Rabu 05 Aug 2020 15:19 WIB

Misterius, 900 Perempuan Hilang di Peru Selama Lockdown

Total 1.200 perempuan dan anak perempuan dilaporkan hilang di Peru selama pandemi

Rep: Rizky Jaramaya/ Red: Nur Aini
Sejumlah perempuan memakai masker dan sarung tangan  menunngu antream untuk membeli makanan di pasar popular, Lima, Peru, Sabtu (4/4). Pemerintah membatasi pergerakan warga berdasarkan gender imbas dari penyebaran virus Corona. Hari Sabtu diperuntukan bagi perempuan yang bisa meninggalkan rumah untuk membeli kebutuhan barang pokok.
Foto: AP/Rodrigo Abd
Sejumlah perempuan memakai masker dan sarung tangan menunngu antream untuk membeli makanan di pasar popular, Lima, Peru, Sabtu (4/4). Pemerintah membatasi pergerakan warga berdasarkan gender imbas dari penyebaran virus Corona. Hari Sabtu diperuntukan bagi perempuan yang bisa meninggalkan rumah untuk membeli kebutuhan barang pokok.

REPUBLIKA.CO.ID, BOGOTA -- Lebih dari 900 perempuan dewasa dan anak perempuan hilang di Peru selama pemberlakuan lockdown. Pejabat tinggi hak perempuan pada Selasa (4/8) menyerukan pembentukan pendaftaran nasional orang hilang untuk menangani bertambahnya jumlah orang yang menghilang secara misterius.

Komisaris hak-hak perempuan Obmudsman Nasional, Isabel Ortiz mengatakan, sebanyak 915 orang yang terdiri atas 606 anak perempuan dan 309 perempuan dewasa dilaporkan hilang sejak dimulainya lockdown nasional pada 16 Maret hingga 30 Juni. Pembentukan pendaftaran nasional orang hilang akan digunakan untuk melacak mereka yang hilang. Mereka bisa saja ditemukan dalam keadaan hidup atau meninggal dunia. Selain itu, ada dugaan mereka adalah korban perdagangan seks dan kekerasan rumah tangga.

Baca Juga

"Angka-angka ini sangat mengkhawatirkan. Kami memiliki catatan jumlah anak perempuan dan wanita yang hilang, tapi kami tidak memiliki informasi terperinci tentang berapa banyak yang telah ditemukan," ujar Ortiz kepada Thomson Reuters Foundation.

Ortiz mengatakan, tanpa data yang lengkap sering kali tidak diketahui apakah mereka yang menghilang telah ditemukan dalam keadaan hidup atau telah meninggal dunia. Mereka yang menghilang bisa saja menjadi korban kejahatan dengan kekerasan. Bahkan dalam beberapa kasus, pelaku kejahatan melaporkan seorang perempuan yang hilang.

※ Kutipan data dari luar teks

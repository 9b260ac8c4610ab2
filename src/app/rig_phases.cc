#include "app/rig_phases.h"

#include <algorithm>
#include <cmath>
#include <functional>
#include <memory>
#include <vector>

#include "app/output.h"
#include "identify/steady_state.h"
#include "io/recording_sink.h"
#include "io/rig_link.h"
#include "lti/error.h"

namespace lw::app {
namespace {

constexpr size_t kBaselineSamples = 30;

double Seconds(const RigSample& s) { return static_cast<double>(s.t_us) / 1e6; }

// The mean output of samples [first, last).
double MeanOutput(const std::vector<RigSample>& samples, size_t first, size_t last) {
  double sum = 0.0;
  for (size_t k = first; k < last; ++k) sum += samples[k].output;
  return last > first ? sum / static_cast<double>(last - first) : NAN;
}

void WaitFirstSample(RigSession& s, RigProgress& progress) {
  s.WaitUntil([&] { return !s.samples().empty(); }, [&] { progress.Show("waiting for samples"); });
}

// Records at least `count` more samples (and `seconds` more rig time).
void RecordBaseline(RigSession& s, RigProgress& progress, size_t count, double seconds) {
  const size_t start = s.samples().size();
  const double t0 = start ? Seconds(s.samples().back()) : 0.0;
  s.WaitUntil(
      [&] {
        return s.samples().size() >= start + count && Seconds(s.samples().back()) - t0 >= seconds;
      },
      [&] { progress.Show("baseline"); });
}

std::unique_ptr<RecordingSink> StartRecording(RigSession& s, const std::string& path,
                                              const std::string& provenance) {
  if (s.dry_run()) return nullptr;
  RecordingSinkOptions o;
  o.provenance = provenance;
  auto sink = std::make_unique<RecordingSink>(path, o);
  s.AttachRecording(sink.get());
  return sink;
}

void StopRecording(RigSession& s, std::unique_ptr<RecordingSink>& sink, StepOutcome& out) {
  if (!sink) return;
  s.AttachRecording(nullptr);
  out.samples = sink->samples();
  sink->Close();
}

}  // namespace

std::optional<double> ParseSettle(const std::string& text) {
  if (text == "auto") return std::nullopt;
  try {
    size_t used = 0;
    double v = std::stod(text, &used);
    if (used == text.size() && std::isfinite(v) && v > 0.0) return v;
  } catch (const std::exception&) {
  }
  throw UsageError("--settle '" + text + "': expected auto or a number of seconds > 0");
}

void WaitForRest(RigSession& s, RigProgress& progress, const std::string& phase, size_t begin,
                 const PhaseTiming& timing, bool require_change) {
  if (s.dry_run()) return;
  const std::vector<RigSample>& all = s.samples();
  const double t_begin = begin < all.size() ? Seconds(all[begin]) : Seconds(all.back());
  if (timing.settle_s) {
    const double need = *timing.settle_s;
    s.WaitUntil(
        [&] { return !all.empty() && Seconds(all.back()) - t_begin >= need; },
        [&] { progress.Show(phase, need - (all.empty() ? 0.0 : Seconds(all.back()) - t_begin)); });
    return;
  }
  // The level before the change: the mean of up to 20 samples before it (one noisy sample
  // would make the change look larger or smaller than it is).
  const size_t stop = std::max<size_t>(1, std::min(begin, all.size()));
  const size_t first = stop > 20 ? stop - 20 : 0;
  double level = 0.0;
  for (size_t k = first; k < stop; ++k) level += all[k].output;
  level /= static_cast<double>(stop - first);
  SteadyStateOptions o;
  o.require_change = require_change;
  // A hold before a step must be truly at rest (the fit and the check assume the step starts
  // from rest): a tenth of the band a response is judged settled by.
  if (phase.rfind("hold", 0) == 0 || phase.rfind("closed loop", 0) == 0) o.band = 0.002;
  std::vector<double> y;
  size_t used = begin;
  s.WaitUntil(
      [&] {
        if (all.size() == used) return false;
        for (; used < all.size(); ++used) y.push_back(all[used].output);
        if (TestSteadyState(y, 0, level, o).at_rest) return true;
        if (Seconds(all.back()) - t_begin > timing.max_wait_s) {
          throw JobFailed("the output did not come to rest within " +
                          FormatNumber(timing.max_wait_s, 6) + " s (" + phase +
                          "); give --settle S or a larger --max-wait");
        }
        return false;
      },
      [&] { progress.Show(phase); });
}

namespace {

struct StepActions {
  std::function<bool()> start;  // true: the hold must see the output move before it rests
  std::function<void()> step, finish;
  std::function<bool(const RigSample&)> shows_step;  // a sample taken after the step
  std::string hold_phase, step_phase, note;
};

// go; start() and hold until at rest; record a baseline; step(); record until at rest; finish();
// halt. The recording holds the baseline and the response.
StepOutcome RunStep(Context& ctx, RigSession& s, const PhaseTiming& timing, const std::string& path,
                    const std::string& provenance, const StepActions& a) {
  RigProgress progress(ctx, s);
  StepOutcome out;
  s.SetStreaming(true);
  WaitFirstSample(s, progress);
  size_t begin = s.samples().size();
  const bool moved = a.start();
  WaitForRest(s, progress, a.hold_phase, begin, timing, moved);
  if (!s.dry_run() && timing.min_hold_s > 0.0) {
    const double t0 = Seconds(s.samples()[std::min(begin, s.samples().size() - 1)]);
    s.WaitUntil([&] { return Seconds(s.samples().back()) - t0 >= timing.min_hold_s; },
                [&] { progress.Show(a.hold_phase); });
  }
  auto sink = StartRecording(s, path, provenance);
  const size_t baseline = s.samples().size();
  double baseline_s = timing.settle_s ? *timing.settle_s / 4.0 : 0.0;
  RecordBaseline(s, progress, s.dry_run() ? 0 : kBaselineSamples, baseline_s);
  size_t step = s.samples().size();
  // The mean, not the last sample: a closed loop run towards one noisy sample would first have
  // to move there.
  if (!s.dry_run()) out.level_before = MeanOutput(s.samples(), baseline, step);
  s.Note(a.note);
  a.step();
  if (!s.dry_run()) {
    // The step's rig time: the first sample that shows it (the rig acts on a line at its next
    // instant; the host's own delay does not count).
    size_t k = step;
    s.WaitUntil([&] {
      for (; k < s.samples().size(); ++k) {
        if (a.shows_step(s.samples()[k])) return true;
      }
      return false;
    });
    out.step_time_s = Seconds(s.samples()[k]);
  }
  // A slow response can look at rest just after it starts to move, or while it still creeps
  // towards its final value; the response is recorded for at least min_response_s (tune: the
  // step test's length, and twice the predicted settling time in closed loop).
  if (!s.dry_run() && timing.min_response_s > 0.0) {
    s.WaitUntil(
        [&] { return Seconds(s.samples().back()) - out.step_time_s >= timing.min_response_s; },
        [&] { progress.Show(a.step_phase); });
  }
  WaitForRest(s, progress, a.step_phase, step, timing, true);
  progress.End();
  StopRecording(s, sink, out);
  if (!s.dry_run()) {
    const size_t n = s.samples().size();
    out.level_after = MeanOutput(s.samples(), n - std::min(n - step, kBaselineSamples), n);
    out.duration_s = Seconds(s.samples().back()) - out.step_time_s;
  }
  if (a.finish) a.finish();
  s.SetStreaming(false);
  out.path = s.dry_run() ? std::string() : path;
  return out;
}

}  // namespace

StepOutcome RunOpenLoopStep(Context& ctx, RigSession& s, double from, double to,
                            const PhaseTiming& timing, const std::string& path,
                            const std::string& provenance) {
  StepActions a;
  a.start = [&] {
    // Moving the actuator to `from`: wait for the output to answer (a dead time looks like rest).
    bool moves = !s.samples().empty() && s.samples().back().actuator != from;
    s.SetActuator(from);
    return moves;
  };
  a.step = [&] { s.SetActuator(to); };
  a.finish = [&] { s.SetActuator(from); };
  a.shows_step = [&](const RigSample& x) {
    return std::abs(x.actuator - to) <= 0.5 * std::abs(to - from);
  };
  a.hold_phase = "hold at " + FormatNumber(from, 6);
  a.step_phase = "step to " + FormatNumber(to, 6);
  a.note = "step: actuator " + FormatNumber(from, 9) + " -> " + FormatNumber(to, 9);
  return RunStep(ctx, s, timing, path, provenance, a);
}

StepOutcome RunClosedLoopStep(Context& ctx, RigSession& s, const std::string& controller,
                              double gain, double ref_from, double ref_to,
                              const PhaseTiming& timing, const std::string& path,
                              const std::string& provenance) {
  StepActions a;
  a.start = [&] {
    s.CloseLoop(controller, gain, ref_from);
    return false;
  };
  a.step = [&] { s.SetReference(ref_to); };
  a.shows_step = [&](const RigSample& x) {
    return std::abs(x.reference - ref_to) <= 0.5 * std::abs(ref_to - ref_from);
  };
  a.hold_phase = "closed loop at " + FormatNumber(ref_from, 6);
  a.step_phase = "reference " + FormatNumber(ref_to, 6);
  a.note = "reference step: " + FormatNumber(ref_from, 9) + " -> " + FormatNumber(ref_to, 9);
  return RunStep(ctx, s, timing, path, provenance, a);
}

// The summary every recording command prints at its end and logs.
nlohmann::json RecordingSummary(Context& ctx, const RigSession& s, const std::string& path,
                                uint64_t rows) {
  RigSessionStats st = s.stats();
  KeyValueList kv;
  kv.Add("recording", path + " (" + std::to_string(rows) + " samples)");
  kv.Add("rig", s.caps().name + " on " + s.port());
  kv.Add("rig time", FormatNumber(st.last_t_s - st.first_t_s, 6) + " s");
  kv.Add("lost lines", std::to_string(st.lost));
  kv.Add("corrupted lines", std::to_string(st.corrupted));
  kv.Print(ctx.out);
  return {{"recording", path},         {"samples", rows},         {"lost", st.lost},
          {"corrupted", st.corrupted}, {"rejected", st.rejected}, {"rig", s.caps().name},
          {"port", s.port()}};
}

}  // namespace lw::app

Ortiz mengatakan, daftar orang hilang nasional akan memungkinkan referensi silang informasi dengan kejahatan lain terhadap wanita. Daftar tersebut juga berguna untuk membantu menemukan orang hilang dan mengidentifikasi tersangka pelaku kejahatan.

"Kita perlu memiliki daftar yang tepat, yang akan memungkinkan kita menghubungkan hilangnya perempuan dengan kejahatan lain seperti perdagangan manusia dan kekerasan seksual," kata Ortiz.

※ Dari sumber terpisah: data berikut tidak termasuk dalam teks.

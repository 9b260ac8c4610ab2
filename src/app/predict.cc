// `loopwright predict (MODEL.json | --plant FORMULA) --gain K [--controller C]
//                     [--reference step:FROM:TO:AT] [--duration S] [--actuator LO:HI]
//                     [--pade N] [--json] [-o FILE.csv]`
//
// What one gain will do (design/prediction.h): closed-loop poles (dead time through Padé, said),
// the dominant pair's zeta and wn, gain and phase margins with their crossovers (exact dead
// time), the steady-state error to the step, the simulated step's metrics and the peak actuator
// effort, with a warning beyond the actuator limits.
#include <cmath>
#include <memory>
#include <optional>
#include <string>

#include <nlohmann/json.hpp>

#include "app/command.h"
#include "app/controller_option.h"
#include "app/model_source.h"
#include "app/output.h"
#include "design/prediction.h"
#include "io/csv_writer.h"
#include "lti/error.h"
#include "lti/input_signal.h"

namespace lw::app {
namespace {

using nlohmann::json;

std::pair<double, double> ParseActuator(const std::string& text) {
  auto colon = text.find(':');
  try {
    if (colon == std::string::npos) throw std::invalid_argument("no colon");
    size_t used = 0;
    double lo = std::stod(text.substr(0, colon), &used);
    if (used != colon) throw std::invalid_argument("junk");
    std::string rest = text.substr(colon + 1);
    double hi = std::stod(rest, &used);
    if (used != rest.size() || !(lo < hi) || !std::isfinite(lo) || !std::isfinite(hi)) {
      throw std::invalid_argument("order");
    }
    return {lo, hi};
  } catch (const std::exception&) {
    throw UsageError("--actuator '" + text + "': expected LO:HI with two numbers, LO < HI");
  }
}

std::string PoleText(std::complex<double> p) {
  std::string s = FormatNumber(p.real(), 4);
  if (p.imag() != 0.0) s += (p.imag() < 0 ? " - j" : " + j") + FormatNumber(std::abs(p.imag()), 4);
  return s;
}

class PredictCommand : public Command {
 public:
  void Configure(CLI::App& sub) override {
    source_.Add(sub);
    controller_.Add(sub, /*gain_required=*/true);
    sub.add_option("--reference", reference_,
                   "Reference step step:FROM:TO:AT (one step; default step:0:1:0)")
        ->capture_default_str();
    sub.add_option("--duration", duration_, "Seconds to simulate after the step (default: auto)");
    sub.add_option("--actuator", actuator_, "Actuator limits LO:HI (warn when exceeded)");
    sub.add_option("--pade", pade_, "Padé order for the dead time in the pole list (1..8)")
        ->capture_default_str();
    sub.add_flag("--json", json_, "Print one JSON document instead of text");
    sub.add_option("-o,--out", out_path_, "Write the predicted response (t, r, u, y) as CSV");
  }

  int Run(Context& ctx) override {
    LoadedModel model = source_.Load();
    Controller controller = controller_.Parse();
    const double gain = controller_.gain();
    InputSignal ref = InputSignal::Parse(reference_);
    if (ref.kind() != InputSignal::Kind::kSteps || ref.StepTimes().size() != 1) {
      throw UsageError("--reference '" + reference_ +
                       "': predict needs exactly one step, step:FROM:TO:AT");
    }
    PredictionOptions o;
    o.step_time = ref.StepTimes()[0];
    o.reference_from = ref.initial_level();
    o.reference_to = ref.Sample(std::vector<double>{o.step_time + 1.0})[0];
    if (duration_) {
      if (!(std::isfinite(*duration_) && *duration_ > 0.0)) {
        throw UsageError("--duration " + FormatNumber(*duration_) +
                         ": it must be a number > 0 (s)");
      }
      o.duration = *duration_;
    }
    o.pade_order = pade_;
    if (!actuator_.empty()) {
      auto [lo, hi] = ParseActuator(actuator_);
      o.actuator_lo = lo;
      o.actuator_hi = hi;
    }
    Prediction p = Predict(model.tf, controller, gain, o);
    if (!out_path_.empty()) WriteRecord(p, ctx);
    if (p.actuator_exceeded) Warn(ctx, p.actuator_warning);
    if (!p.stable) Warn(ctx, "the closed loop is unstable at K = " + FormatNumber(gain, 4));
    const StepMetrics& m = p.metrics;
    if (json_) {
      json poles = json::array();
      for (const auto& s : p.poles) poles.push_back({s.real(), s.imag()});
      json doc = {
          {"gain", gain},
          {"controller", controller.ToString()},
          {"plant", model.tf.ToString()},
          {"pade_order", p.pade_order},
          {"stable", p.stable},
          {"closed_loop_poles", poles},
          {"dominant",
           {{"pole", {p.dominant.real(), p.dominant.imag()}},
            {"zeta", JsonNumber(p.dominant_shape.zeta)},
            {"wn", JsonNumber(p.dominant_shape.wn)}}},
          {"metrics",
           {{"rise_time", JsonNumber(m.rise_time)},
            {"overshoot_percent", JsonNumber(m.overshoot_percent)},
            {"peak_time", JsonNumber(m.peak_time)},
            {"settling_time", JsonNumber(m.settling_time)},
            {"steady_state_error", JsonNumber(p.steady_state_error)},
            {"peak_actuator", JsonNumber(m.peak_actuator)}}},
          {"margins",
           {{"gain_margin", JsonNumber(p.margins.gain_margin)},
            {"gain_margin_db", JsonNumber(p.margins.gain_margin_db)},
            {"phase_crossover", JsonNumber(p.margins.phase_crossover)},
            {"phase_margin_deg", JsonNumber(p.margins.phase_margin_deg)},
            {"gain_crossover", JsonNumber(p.margins.gain_crossover)},
            {"delay_margin", JsonNumber(p.margins.delay_margin)}}},
          {"actuator",
           {{"min", p.actuator_min}, {"max", p.actuator_max}, {"exceeded", p.actuator_exceeded}}},
          {"reference", ref.ToString()},
      };
      PrintJson(ctx, doc);
      return 0;
    }
    std::ostream& out = ctx.out;
    out << Bold(ctx, "predict") << " K = " << FormatNumber(gain, 6) << ", controller "
        << controller.ToString() << ", " << model.description << "\n";
    out << "  closed-loop poles"
        << (p.pade_order ? " (dead time through Padé order " + std::to_string(p.pade_order) + ")"
                         : std::string())
        << ":";
    for (const auto& s : p.poles) {
      if (s.imag() >= 0.0) out << "  " << PoleText(s);
    }
    out << (p.stable ? "" : "  " + Bad(ctx, "UNSTABLE")) << "\n";
    KeyValueList kv;
    kv.Add("dominant pair", "zeta " + FormatNumber(p.dominant_shape.zeta, 3) + ", wn " +
                                FormatQuantity(p.dominant_shape.wn, "rad/s", 4));
    kv.Add("gain margin", std::isinf(p.margins.gain_margin)
                              ? std::string("infinite (phase never reaches -180 deg)")
                              : FormatNumber(p.margins.gain_margin, 4) + " (" +
                                    FormatNumber(p.margins.gain_margin_db, 3) + " dB) at " +
                                    FormatQuantity(p.margins.phase_crossover, "rad/s"));
    kv.Add("phase margin", std::isinf(p.margins.phase_margin_deg)
                               ? std::string("infinite (|L| never reaches 1)")
                               : FormatNumber(p.margins.phase_margin_deg, 4) + " deg at " +
                                     FormatQuantity(p.margins.gain_crossover, "rad/s"));
    kv.Add("steady-state error", FormatNumber(p.steady_state_error, 4));
    kv.Add("rise time (10-90 %)", FormatQuantity(m.rise_time, "s"));
    kv.Add("overshoot", FormatQuantity(m.overshoot_percent, "%"));
    kv.Add("peak time", FormatQuantity(m.peak_time, "s"));
    kv.Add("settling time (2 %)", FormatQuantity(m.settling_time, "s"));
    kv.Add("peak actuator", FormatNumber(m.peak_actuator, 4) + " (range " +
                                FormatNumber(p.actuator_min, 4) + " to " +
                                FormatNumber(p.actuator_max, 4) + ")");
    kv.Print(out);
    out << "  (response simulated with the exact dead time, reference " << ref.ToString() << ")\n";
    return 0;
  }

 private:
  void WriteRecord(const Prediction& p, Context& ctx) const {
    lw::WriteCsv(out_path_, {"t", "r", "u", "y"}, {p.t, p.r, p.u, p.y},
                 "loopwright predict: " + ctx.command_line);
  }

  ModelSource source_;
  ControllerOption controller_;
  std::string reference_ = "step:0:1:0";
  std::optional<double> duration_;
  std::string actuator_;
  int pade_ = 3;
  bool json_ = false;
  std::string out_path_;
};

}  // namespace

std::unique_ptr<Command> MakePredictCommand() { return std::make_unique<PredictCommand>(); }

}  // namespace lw::app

Pekan lalu, Kementerian Perempuan Peru mengatakan 1.200 perempuan dan anak perempuan dilaporkan hilang selama pandemi. Kementerian mengatakan, pemerintah sedang berupaya memberantas kekerasan terhadap perempuan dan telah meningkatkan pendanaan pada tahun ini untuk program pencegahan kekerasan berbasis gender.

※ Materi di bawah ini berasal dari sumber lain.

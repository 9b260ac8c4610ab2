// `loopwright log [--kind KIND] [--last N] [--recordings] [--json]`
//
// The history of the rig workspace (app/workspace.h): every logged result, oldest first, with its
// time, kind, outcome, a summary (wrapped between its pieces, never cut) and the recordings it
// read; or with --recordings every recording the logbook has seen, with its SHA-256, size and
// when it was first seen. The logbook is opened read-only, so `log` works while another command
// is writing.
#include <filesystem>
#include <memory>
#include <string>
#include <vector>

#include <nlohmann/json.hpp>

#include "app/command.h"
#include "app/output.h"
#include "app/workspace.h"
#include "io/logbook.h"
#include "lti/error.h"

namespace lw::app {

namespace {

namespace fs = std::filesystem;
using nlohmann::json;

constexpr size_t kSummaryWidth = 60;  // characters of the summary column before it wraps

// A JSON value in a few characters: numbers with 4 significant digits, strings as they are.
std::string Short(const json& v) {
  if (v.is_number()) return FormatNumber(v.get<double>());
  if (v.is_string()) return v.get<std::string>();
  if (v.is_boolean()) return v.get<bool>() ? "yes" : "no";
  if (v.is_null()) return "n/a";
  return v.dump();
}

// The pieces of the summary of a result: a fit's structure and "name=value" for each parameter,
// otherwise its first few plain top-level fields as "key=value".
std::vector<std::string> SummaryPieces(const LoggedResult& r) {
  std::vector<std::string> pieces;
  if (!r.parameters.empty()) {
    pieces.push_back(r.parameters.front().structure);
    for (const auto& p : r.parameters) pieces.push_back(p.name + "=" + FormatNumber(p.value));
  } else if (r.summary.is_object()) {
    for (const auto& [key, value] : r.summary.items()) {
      if (value.is_structured()) continue;
      pieces.push_back(key + "=" + Short(value));
      if (pieces.size() == 3) break;
    }
  }
  return pieces;
}

// The pieces joined by two spaces into lines of at most `width` characters, broken only between
// pieces (a piece longer than that has a line of its own): nothing is cut off.
std::vector<std::string> WrapPieces(const std::vector<std::string>& pieces, size_t width) {
  std::vector<std::string> lines;
  for (const std::string& piece : pieces) {
    if (!lines.empty() && lines.back().size() + 2 + piece.size() <= width) {
      lines.back() += "  " + piece;
    } else {
      lines.push_back(piece);
    }
  }
  if (lines.empty()) lines.emplace_back();
  return lines;
}

json RecordingJson(const LoggedRecording& rec) {
  return {{"path", rec.path},
          {"sha256", rec.sha256},
          {"size", rec.size},
          {"first_seen", rec.first_seen}};
}

class LogCommand : public Command {
 public:
  void Configure(CLI::App& sub) override {
    sub.add_option("--kind", kind_, "Only results of this kind (fit, band, predict, check, ...)");
    sub.add_option("--last", last_, "Only the last N results")->check(CLI::PositiveNumber);
    sub.add_flag("--recordings", recordings_,
                 "List the recordings the logbook has seen instead of the results");
    sub.add_flag("--json", json_, "Print one JSON document instead of text");
  }

  int Run(Context& ctx) override {
    std::string workspace;
    Logbook book = OpenWorkspaceLogbook(ctx, &workspace);
    rig_ = RequireRigProfile(ctx).name;
    if (recordings_) return ListRecordings(ctx, book, workspace);
    auto results = book.Results(kind_, last_);
    if (json_) {
      json doc = {{"workspace", workspace}, {"rig", rig_}, {"results", json::array()}};
      for (const auto& r : results) {
        json item = {{"id", r.id},
                     {"time", r.time},
                     {"kind", r.kind},
                     {"outcome", r.outcome},
                     {"command_line", r.command_line},
                     {"summary", r.summary},
                     {"recordings", json::array()}};
        for (const auto& rec : r.recordings) item["recordings"].push_back(RecordingJson(rec));
        doc["results"].push_back(std::move(item));
      }
      PrintJson(ctx, doc);
      return 0;
    }
    ctx.out << "rig " << Bold(ctx, rig_) << ", logbook " << book.path() << ": " << results.size()
            << " result" << (results.size() == 1 ? "" : "s");
    if (!kind_.empty()) ctx.out << " of kind " << kind_;
    ctx.out << "\n";
    if (results.empty()) return 0;
    TextTable table({"#", "time (UTC)", "kind", "outcome", "summary", "recordings"});
    for (const auto& r : results) {
      std::string recs;
      for (const auto& rec : r.recordings) {
        recs += (recs.empty() ? "" : ", ") + fs::path(rec.path).filename().string();
      }
      std::string outcome = r.outcome == "ok" ? Good(ctx, r.outcome) : Caution(ctx, r.outcome);
      // A long summary goes on as many lines as it needs, below in the same column.
      const std::vector<std::string> summary = WrapPieces(SummaryPieces(r), kSummaryWidth);
      table.AddRow({std::to_string(r.id), r.time, r.kind, outcome, summary.front(), recs});
      for (size_t i = 1; i < summary.size(); ++i) table.AddRow({"", "", "", "", summary[i], ""});
    }
    table.Print(ctx.out);
    return 0;
  }

 private:
  int ListRecordings(Context& ctx, const Logbook& book, const std::string& workspace) {
    auto recs = book.Recordings();
    if (json_) {
      json doc = {{"workspace", workspace}, {"rig", rig_}, {"recordings", json::array()}};
      for (const auto& rec : recs) doc["recordings"].push_back(RecordingJson(rec));
      PrintJson(ctx, doc);
      return 0;
    }
    ctx.out << "rig " << Bold(ctx, rig_) << ", logbook " << book.path() << ": " << recs.size()
            << " recording" << (recs.size() == 1 ? "" : "s") << "\n";
    if (recs.empty()) return 0;
    TextTable table({"first seen (UTC)", "sha256", "bytes", "path"});
    for (const auto& rec : recs) {
      table.AddRow({rec.first_seen, rec.sha256.substr(0, 16), std::to_string(rec.size), rec.path});
    }
    table.Print(ctx.out);
    return 0;
  }

  std::string rig_;  // the rig's name from its profile
  std::string kind_;
  int last_ = 0;
  bool recordings_ = false;
  bool json_ = false;
};

}  // namespace

std::unique_ptr<Command> MakeLogCommand() { return std::make_unique<LogCommand>(); }

}  // namespace lw::app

Negara-negara di seluruh dunia telah melaporkan peningkatan kekerasan dalam rumah tangga selama pemberlakuan lockdown nasional. Hal itu mendorong PBB untuk menyerukan tindakan yang mendesak.

Amerika Latin dan Karibia dikenal memiliki tingkat bunuh diri dan kekerasan terhadap perempuan yang cukup tinggi. Hal itu didorong oleh budaya patriarki dan norma sosial yang menentukan peran perempuan.

"Ada banyak stereotip tentang peran perempuan yang mengatur bagaimana perilaku mereka seharusnya, dan ketika ini tidak dipatuhi, kekerasan digunakan terhadap perempuan," kata Ortiz.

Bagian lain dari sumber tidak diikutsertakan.